### ACTIVITY
In the entries below, find the line with "trial, in money. */" and print exactly every line from there up to and including the line with "readonly endedShare: number | null;", with no other lines.

### AVAILABLE RECORDS
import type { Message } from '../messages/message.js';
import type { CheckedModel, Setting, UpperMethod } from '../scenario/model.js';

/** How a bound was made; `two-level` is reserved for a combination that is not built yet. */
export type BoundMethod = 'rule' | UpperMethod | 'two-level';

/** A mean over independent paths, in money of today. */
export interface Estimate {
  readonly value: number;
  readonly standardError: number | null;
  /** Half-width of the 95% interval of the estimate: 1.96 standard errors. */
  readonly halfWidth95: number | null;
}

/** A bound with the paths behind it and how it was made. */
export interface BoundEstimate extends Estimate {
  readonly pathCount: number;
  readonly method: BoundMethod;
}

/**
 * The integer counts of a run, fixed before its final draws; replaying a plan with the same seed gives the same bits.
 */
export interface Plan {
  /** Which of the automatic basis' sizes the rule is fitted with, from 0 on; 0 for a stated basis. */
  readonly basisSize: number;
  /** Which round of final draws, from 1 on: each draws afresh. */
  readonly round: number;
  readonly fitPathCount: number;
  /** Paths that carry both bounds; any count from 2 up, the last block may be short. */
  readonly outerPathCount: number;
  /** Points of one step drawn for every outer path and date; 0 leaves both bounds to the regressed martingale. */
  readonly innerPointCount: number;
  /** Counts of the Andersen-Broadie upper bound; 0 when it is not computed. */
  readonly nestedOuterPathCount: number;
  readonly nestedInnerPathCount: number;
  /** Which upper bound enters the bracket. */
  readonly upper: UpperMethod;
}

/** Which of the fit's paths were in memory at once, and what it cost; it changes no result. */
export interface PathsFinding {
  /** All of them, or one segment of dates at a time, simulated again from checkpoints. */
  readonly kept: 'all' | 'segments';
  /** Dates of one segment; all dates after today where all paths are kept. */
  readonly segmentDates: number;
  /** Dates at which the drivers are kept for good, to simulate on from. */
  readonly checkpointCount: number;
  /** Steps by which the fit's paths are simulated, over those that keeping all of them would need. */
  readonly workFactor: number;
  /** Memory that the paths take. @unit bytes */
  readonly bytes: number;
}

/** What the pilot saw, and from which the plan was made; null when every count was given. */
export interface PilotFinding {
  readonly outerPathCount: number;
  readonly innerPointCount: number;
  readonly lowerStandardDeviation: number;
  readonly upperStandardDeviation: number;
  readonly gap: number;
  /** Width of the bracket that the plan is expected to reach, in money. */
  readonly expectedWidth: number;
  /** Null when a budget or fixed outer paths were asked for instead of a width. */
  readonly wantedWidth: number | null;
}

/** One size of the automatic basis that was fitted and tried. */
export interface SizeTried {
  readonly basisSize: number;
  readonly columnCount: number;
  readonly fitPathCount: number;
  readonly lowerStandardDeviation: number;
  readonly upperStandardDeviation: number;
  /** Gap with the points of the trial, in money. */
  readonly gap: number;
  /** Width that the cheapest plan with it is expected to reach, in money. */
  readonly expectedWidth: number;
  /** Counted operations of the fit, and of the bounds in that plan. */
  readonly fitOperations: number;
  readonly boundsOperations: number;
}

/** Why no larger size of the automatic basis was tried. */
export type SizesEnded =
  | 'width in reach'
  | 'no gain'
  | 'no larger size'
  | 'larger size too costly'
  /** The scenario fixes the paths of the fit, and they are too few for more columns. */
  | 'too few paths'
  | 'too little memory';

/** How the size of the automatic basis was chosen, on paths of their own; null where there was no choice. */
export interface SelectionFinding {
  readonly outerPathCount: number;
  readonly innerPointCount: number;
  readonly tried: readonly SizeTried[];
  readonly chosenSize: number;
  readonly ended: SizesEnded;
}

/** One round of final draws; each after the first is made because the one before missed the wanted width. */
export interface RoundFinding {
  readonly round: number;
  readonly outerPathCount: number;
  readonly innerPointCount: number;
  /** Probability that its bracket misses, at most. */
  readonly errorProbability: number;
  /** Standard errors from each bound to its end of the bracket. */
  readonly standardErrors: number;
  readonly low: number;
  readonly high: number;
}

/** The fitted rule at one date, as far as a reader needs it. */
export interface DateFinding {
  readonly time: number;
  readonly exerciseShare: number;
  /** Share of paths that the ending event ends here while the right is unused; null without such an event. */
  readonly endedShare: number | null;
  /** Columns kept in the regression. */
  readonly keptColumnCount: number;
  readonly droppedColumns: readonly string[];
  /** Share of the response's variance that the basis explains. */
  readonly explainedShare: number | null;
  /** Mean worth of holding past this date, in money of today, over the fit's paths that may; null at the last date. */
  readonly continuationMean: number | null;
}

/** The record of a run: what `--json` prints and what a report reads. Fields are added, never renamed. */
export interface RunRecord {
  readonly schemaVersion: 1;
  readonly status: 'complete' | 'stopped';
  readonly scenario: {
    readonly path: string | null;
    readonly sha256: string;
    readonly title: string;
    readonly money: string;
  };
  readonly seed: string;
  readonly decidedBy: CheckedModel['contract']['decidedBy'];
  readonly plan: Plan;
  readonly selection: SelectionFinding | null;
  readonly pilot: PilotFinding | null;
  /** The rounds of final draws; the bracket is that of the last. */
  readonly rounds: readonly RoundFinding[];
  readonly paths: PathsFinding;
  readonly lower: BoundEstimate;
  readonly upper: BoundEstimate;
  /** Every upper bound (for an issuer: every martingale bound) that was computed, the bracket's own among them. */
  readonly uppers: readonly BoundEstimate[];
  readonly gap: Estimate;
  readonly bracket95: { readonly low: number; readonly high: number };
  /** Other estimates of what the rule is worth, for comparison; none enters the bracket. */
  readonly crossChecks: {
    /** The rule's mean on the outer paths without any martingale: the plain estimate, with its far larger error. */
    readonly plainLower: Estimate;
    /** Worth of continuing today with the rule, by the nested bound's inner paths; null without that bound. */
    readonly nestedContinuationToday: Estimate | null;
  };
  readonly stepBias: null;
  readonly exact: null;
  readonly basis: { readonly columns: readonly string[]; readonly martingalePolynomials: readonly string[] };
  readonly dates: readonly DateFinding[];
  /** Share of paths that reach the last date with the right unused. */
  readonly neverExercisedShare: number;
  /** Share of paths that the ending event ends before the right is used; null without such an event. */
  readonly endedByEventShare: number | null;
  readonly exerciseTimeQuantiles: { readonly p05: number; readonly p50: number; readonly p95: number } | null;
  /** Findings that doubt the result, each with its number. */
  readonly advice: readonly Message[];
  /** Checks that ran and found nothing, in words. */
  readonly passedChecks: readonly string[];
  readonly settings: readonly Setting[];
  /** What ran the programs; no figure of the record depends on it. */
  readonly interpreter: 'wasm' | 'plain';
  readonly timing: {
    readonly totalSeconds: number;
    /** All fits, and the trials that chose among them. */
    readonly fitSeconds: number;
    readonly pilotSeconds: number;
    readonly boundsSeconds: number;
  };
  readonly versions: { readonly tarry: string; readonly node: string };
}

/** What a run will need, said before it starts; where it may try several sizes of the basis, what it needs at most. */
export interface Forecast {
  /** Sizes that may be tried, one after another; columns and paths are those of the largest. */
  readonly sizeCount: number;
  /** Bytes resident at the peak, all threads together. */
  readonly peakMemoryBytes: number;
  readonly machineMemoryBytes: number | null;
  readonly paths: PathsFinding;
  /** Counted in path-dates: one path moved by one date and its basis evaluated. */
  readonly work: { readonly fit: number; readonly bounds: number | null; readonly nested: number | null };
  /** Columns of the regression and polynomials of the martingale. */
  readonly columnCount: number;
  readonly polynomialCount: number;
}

...

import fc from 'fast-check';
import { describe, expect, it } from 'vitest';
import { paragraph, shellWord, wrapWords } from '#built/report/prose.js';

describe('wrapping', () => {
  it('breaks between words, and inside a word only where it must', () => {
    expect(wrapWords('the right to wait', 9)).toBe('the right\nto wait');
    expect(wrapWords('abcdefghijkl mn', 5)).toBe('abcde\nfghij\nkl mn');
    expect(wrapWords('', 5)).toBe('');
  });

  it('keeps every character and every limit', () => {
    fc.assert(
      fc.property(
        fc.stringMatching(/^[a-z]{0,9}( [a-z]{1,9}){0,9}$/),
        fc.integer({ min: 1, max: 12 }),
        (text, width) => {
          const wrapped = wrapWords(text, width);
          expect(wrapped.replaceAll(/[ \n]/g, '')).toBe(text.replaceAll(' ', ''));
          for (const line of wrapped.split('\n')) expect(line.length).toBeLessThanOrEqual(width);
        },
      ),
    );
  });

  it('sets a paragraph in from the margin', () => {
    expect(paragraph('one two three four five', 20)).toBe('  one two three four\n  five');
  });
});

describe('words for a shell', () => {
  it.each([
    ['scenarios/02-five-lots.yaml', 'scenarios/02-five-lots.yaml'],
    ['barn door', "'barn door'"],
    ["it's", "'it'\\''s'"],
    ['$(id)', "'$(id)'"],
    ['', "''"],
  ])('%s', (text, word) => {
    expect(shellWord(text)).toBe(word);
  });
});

### FINISHED TASK
  /** Gap with the points of the trial, in money. */
  readonly gap: number;
  /** Width that the cheapest plan with it is expected to reach, in money. */
  readonly expectedWidth: number;
  /** Counted operations of the fit, and of the bounds in that plan. */
  readonly fitOperations: number;
  readonly boundsOperations: number;
}

/** Why no larger size of the automatic basis was tried. */
export type SizesEnded =
  | 'width in reach'
  | 'no gain'
  | 'no larger size'
  | 'larger size too costly'
  /** The scenario fixes the paths of the fit, and they are too few for more columns. */
  | 'too few paths'
  | 'too little memory';

/** How the size of the automatic basis was chosen, on paths of their own; null where there was no choice. */
export interface SelectionFinding {
  readonly outerPathCount: number;
  readonly innerPointCount: number;
  readonly tried: readonly SizeTried[];
  readonly chosenSize: number;
  readonly ended: SizesEnded;
}

/** One round of final draws; each after the first is made because the one before missed the wanted width. */
export interface RoundFinding {
  readonly round: number;
  readonly outerPathCount: number;
  readonly innerPointCount: number;
  /** Probability that its bracket misses, at most. */
  readonly errorProbability: number;
  /** Standard errors from each bound to its end of the bracket. */
  readonly standardErrors: number;
  readonly low: number;
  readonly high: number;
}

/** The fitted rule at one date, as far as a reader needs it. */
export interface DateFinding {
  readonly time: number;
  readonly exerciseShare: number;
  /** Share of paths that the ending event ends here while the right is unused; null without such an event. */
  readonly endedShare: number | null;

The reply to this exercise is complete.